Quote exactly and only this range of lines in the data below: the line that holds "from ..errors import" to the line that holds "n_dense = max(int(np.ceil((horizon_deg", both included.

#### Records shown:

════════

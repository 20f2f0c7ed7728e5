"""J-value tables: spectral integrals precomputed on a (SZA, ozone column, T) grid.

    J = sum over bins  sigma(lambda, T) phi(lambda, T) F(lambda) d lambda      [s-1]

with bin-mean cross sections sigma [cm2] and quantum yields phi [1] of each
``data=`` reaction and the actinic flux F [photons cm-2 s-1 nm-1] of
:mod:`boxchem.photolysis.actinic` at the box.  The flux depends on the solar
zenith angle and the overhead ozone column; the box temperature enters only
through sigma and phi.  So a run computes the flux once on the (SZA, ozone)
grid and contracts it with sigma*phi on the temperature grid (one einsum over
all reactions).  During integration ``JTable.__call__`` interpolates
log J linearly in SZA, ozone column and temperature (clamped at the ends of
the ozone and temperature grids) - no spectral integral in the RHS.

The SZA grid is dense towards the box's horizon, where J falls by orders of
magnitude; J is exactly zero at and beyond the horizon.
"""
from __future__ import annotations

import bisect
import functools

import numpy as np

from ..errors import BoxchemError, DataFileError

#: default temperature grid [K] of the box (covers polar to mid-latitude stratosphere)
DEFAULT_TEMPERATURES_K = (180.0, 200.0, 220.0, 240.0, 260.0, 280.0, 300.0)
#: default overhead ozone columns [DU] (ozone hole to high mid-latitude columns)
DEFAULT_OZONE_DU = (75.0, 150.0, 250.0, 350.0, 500.0)
#: log J floor: exp(-700) ~ 1e-304, keeps interpolation free of -inf
_LOG_FLOOR = -700.0


def default_sza_grid(horizon_deg: float) -> np.ndarray:
    """SZA grid [deg]: 15 deg steps to 60, 4 deg to 80, 2 deg to 88, then about 0.25 deg to the horizon.

    log J is nearly linear in SZA at high sun but curves strongly once the ray
    to the box grazes the dense air below it (beyond 90 deg), hence the
    dense end; the last point lies 0.01 deg before the horizon.
    """
    n_dense = max(int(np.ceil((horizon_deg - 0.01 - 88.0) / 0.25)), 2) + 1
    return np.concatenate([np.arange(0.0, 60.0, 15.0), np.arange(60.0, 80.0, 4.0),
                           np.arange(80.0, 88.0, 2.0), np.linspace(88.0, horizon_deg - 0.01, n_dense)])


def spectral_product(reaction_data, edges_nm, temperatures_K):
    """sigma*phi bin means [cm2] for each (cross section, quantum yield) pair.

    ``reaction_data`` is a list of (SpectralData, SpectralData|ConstantYield);
    returns (n_reactions, n_T, n_bins).
    """
    t = np.atleast_1d(np.asarray(temperatures_K, dtype=float))
    out = np.empty((len(reaction_data), t.size, np.asarray(edges_nm).size - 1))
    for i, (xs, qy) in enumerate(reaction_data):   # construction only, not in the hot path
        out[i] = xs.bin_average(edges_nm, t) * qy.bin_average(edges_nm, t)
    return out


def integrate_j(flux, sigma_phi, edges_nm):
    """J [s-1] = sum flux * sigma*phi * dlambda.

    ``flux`` (..., n_bins) [photons cm-2 s-1 nm-1], ``sigma_phi`` (n_r, n_T, n_bins)
    [cm2]; returns (..., n_T, n_r).
    """
    dl = np.diff(np.asarray(edges_nm, dtype=float))
    return np.einsum("...b,rtb->...tr", flux * dl, sigma_phi)


def load_reaction_data(reaction, cross_sections=None, quantum_yields=None):
    """(cross section, quantum yield) data of a ``data=`` reaction (user overrides first).

    A user spectrum that covers only part of the shipped one is spliced or
    refused by the reaction's ``outside=`` rule (:mod:`boxchem.photolysis.splice`).
    """
    return load_reaction_data_noted(reaction, cross_sections, quantum_yields)[:2]


def load_reaction_data_noted(reaction, cross_sections=None, quantum_yields=None):
    """(cross section, quantum yield, note): ``note`` says what a partial spectrum did, else None."""
    from .crosssections import quantum_yield_data
    from .splice import reaction_cross_section

    xs, note = reaction_cross_section(reaction, (cross_sections or {}).get(reaction.id))
    qy = (quantum_yields or {}).get(reaction.id, reaction.parameters.get("qy", 1.0))
    qy = qy if hasattr(qy, "bin_average") else quantum_yield_data(qy)
    return xs, qy, note


class JTable:
    """log J on a (SZA, ozone column, temperature) grid for n_r reactions; call to interpolate."""

    def __init__(self, sza_deg, ozone_DU, temperature_K, j, horizon_deg, reaction_ids=()):
        self.sza_deg = np.asarray(sza_deg, dtype=float)
        self.ozone_DU = np.asarray(ozone_DU, dtype=float)
        self.temperature_K = np.asarray(temperature_K, dtype=float)
        self.j = np.asarray(j, dtype=float)                     # (n_sza, n_oz, n_T, n_r)
        self.horizon_deg = float(horizon_deg)
        self.reaction_ids = tuple(reaction_ids)
        with np.errstate(divide="ignore"):
            log_j = np.maximum(np.log(self.j), _LOG_FLOOR)
        n_s, n_o, n_t, n_r = log_j.shape
        # flat (cell, reaction) layout: one gather of the 8 corners of the cell
        self._flat = np.ascontiguousarray(log_j.reshape(n_s * n_o * n_t, n_r))
        self._strides = np.array([n_o * n_t, n_t, 1])
        corners = np.array([[a, b, c] for a in (0, 1) for b in (0, 1) for c in (0, 1)])
        self._corner_offsets = corners @ self._strides                    # (8,)
        self._corner_bits = corners.astype(float)                          # (8, 3)
        self._grids = (self.sza_deg.tolist(), self.ozone_DU.tolist(), self.temperature_K.tolist())
        self._strides_int = (n_o * n_t, n_t)

    @staticmethod
    def _locate(grid, x):
        i = np.clip(np.searchsorted(grid, x, side="right") - 1, 0, grid.size - 2)
        w = np.clip((x - grid[i]) / (grid[i + 1] - grid[i]), 0.0, 1.0)
        return i, w

    def _scalar(self, sza, oz, t):
        """Fast path for one point (the solver's per-step call): plain floats, one gather."""
        if not (sza < self.horizon_deg or sza != sza):
            return np.zeros(self._flat.shape[1])
        idx, frac = [], []
        for grid, x in ((self._grids[0], sza), (self._grids[1], oz), (self._grids[2], t)):
            i = min(max(bisect.bisect_right(grid, x) - 1, 0), len(grid) - 2)
            f = (x - grid[i]) / (grid[i + 1] - grid[i])
            idx.append(i)
            frac.append(0.0 if f < 0.0 else 1.0 if f > 1.0 else f)
        base = idx[0] * self._strides_int[0] + idx[1] * self._strides_int[1] + idx[2]
        fa, fb, fc = frac
        w = np.array([(1 - fa) * (1 - fb) * (1 - fc), (1 - fa) * (1 - fb) * fc,
                      (1 - fa) * fb * (1 - fc), (1 - fa) * fb * fc,
                      fa * (1 - fb) * (1 - fc), fa * (1 - fb) * fc,
                      fa * fb * (1 - fc), fa * fb * fc])
        return np.exp(w @ self._flat[base + self._corner_offsets])

    def __call__(self, sza_deg, ozone_DU, temperature_K):
        """J [s-1], shape broadcast(sza, ozone, T).shape + (n_r,); 0 at/after the horizon.

        Trilinear interpolation of log J in (SZA, ozone column, T), clamped at
        the grid ends; exactly 0 where ``sza >= horizon``.
        """
        sza = np.asarray(sza_deg, dtype=float)
        oz = np.asarray(ozone_DU, dtype=float)
        t = np.asarray(temperature_K, dtype=float)
        if sza.ndim == 0 and oz.ndim == 0 and t.ndim == 0:
            return self._scalar(float(sza), float(oz), float(t))
        i, wi = self._locate(self.sza_deg, sza)
        k, wk = self._locate(self.ozone_DU, oz)
        m, wm = self._locate(self.temperature_K, t)
        base = i * self._strides[0] + k * self._strides[1] + m
        w = np.stack(np.broadcast_arrays(wi, wk, wm), axis=-1)[..., None, :]   # (..., 1, 3)
        bits = self._corner_bits
        weights = np.prod(bits * w + (1.0 - bits) * (1.0 - w), axis=-1)       # (..., 8)
        rows = self._flat[np.asarray(base)[..., None] + self._corner_offsets]  # (..., 8, n_r)
        j = np.exp(np.einsum("...c,...cr->...r", weights, rows))
        lit = (sza < self.horizon_deg) | np.isnan(sza)
        if lit.ndim == 0:
            return j if lit else np.zeros_like(j)
        return np.where(lit[..., None], j, 0.0)


@functools.lru_cache(maxsize=16)
def _cached_flux_grid(sza, altitude_m, ozone, albedo, edges, ozone_profile):
    """The actinic flux grid of a J table, computed once per process for the same inputs.

    The flux does not depend on the mechanism, so runs of one place (an
    ensemble's setup groups, repeated runs, tests) share it; read-only array.
    """
    from .actinic import flux_grid
    flux = flux_grid(np.asarray(sza), altitude_m, np.asarray(ozone), albedo=albedo,
                     wavelength_edges_nm=None if edges is None else np.asarray(edges), ozone_profile=ozone_profile)
    flux.setflags(write=False)
    return flux


def build_jtable(reactions, *, altitude_m, albedo, temperature_grid=None, ozone_grid_DU=None,
                 sza_grid_deg=None, wavelength_edges_nm=None, cross_sections=None,
                 quantum_yields=None, ozone_profile="midlatitude"):
    """J table for the ``data=`` reactions at the box.

    Returns ``(JTable, notes)``; ``notes`` maps reaction id -> what a partial
    user spectrum did (spliced onto the shipped one, or zero outside).  A data
    set that cannot be loaded raises DataFileError naming the reaction: a
    run never falls back silently.
    """
    from ..environment.solar import horizon_zenith_angle
    from .spectrum import model_wavelength_edges

    horizon = float(horizon_zenith_angle(float(altitude_m)))
    sza = default_sza_grid(horizon) if sza_grid_deg is None else np.asarray(sza_grid_deg, dtype=float)
    ozone = np.asarray(DEFAULT_OZONE_DU if ozone_grid_DU is None else ozone_grid_DU, dtype=float)
    temps = np.asarray(DEFAULT_TEMPERATURES_K if temperature_grid is None else temperature_grid, dtype=float)
    for name, grid in (("sza_grid_deg", sza), ("ozone_grid_DU", ozone), ("temperature_grid", temps)):
        if grid.ndim != 1 or grid.size < 2 or not np.all(np.diff(grid) > 0):
            raise BoxchemError(f"{name}: expected at least two increasing values, got {grid!r}")
    edges = model_wavelength_edges() if wavelength_edges_nm is None else np.asarray(wavelength_edges_nm, float)

    data, ids, notes = [], [], {}
    for r in reactions:
        try:
            xs, qy, note = load_reaction_data_noted(r, cross_sections, quantum_yields)
        except DataFileError as exc:
            raise DataFileError(f"reaction {r.id!r}: {exc}") from None
        data.append((xs, qy))
        ids.append(r.id)
        if note:
            notes[r.id] = note
    flux = _cached_flux_grid(tuple(sza.tolist()), float(altitude_m), tuple(ozone.tolist()), float(albedo),
                             None if wavelength_edges_nm is None else tuple(np.asarray(wavelength_edges_nm,
                                                                                       float).tolist()),
                             ozone_profile)
    j = integrate_j(flux, spectral_product(data, edges, temps), edges)   # (n_sza, n_oz, n_T, n_r)
    return JTable(sza, ozone, temps, j, horizon, ids), notes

════════

#### Response:
from ..errors import BoxchemError, DataFileError

#: default temperature grid [K] of the box (covers polar to mid-latitude stratosphere)
DEFAULT_TEMPERATURES_K = (180.0, 200.0, 220.0, 240.0, 260.0, 280.0, 300.0)
#: default overhead ozone columns [DU] (ozone hole to high mid-latitude columns)
DEFAULT_OZONE_DU = (75.0, 150.0, 250.0, 350.0, 500.0)
#: log J floor: exp(-700) ~ 1e-304, keeps interpolation free of -inf
_LOG_FLOOR = -700.0


def default_sza_grid(horizon_deg: float) -> np.ndarray:
    """SZA grid [deg]: 15 deg steps to 60, 4 deg to 80, 2 deg to 88, then about 0.25 deg to the horizon.

    log J is nearly linear in SZA at high sun but curves strongly once the ray
    to the box grazes the dense air below it (beyond 90 deg), hence the
    dense end; the last point lies 0.01 deg before the horizon.
    """
    n_dense = max(int(np.ceil((horizon_deg - 0.01 - 88.0) / 0.25)), 2) + 1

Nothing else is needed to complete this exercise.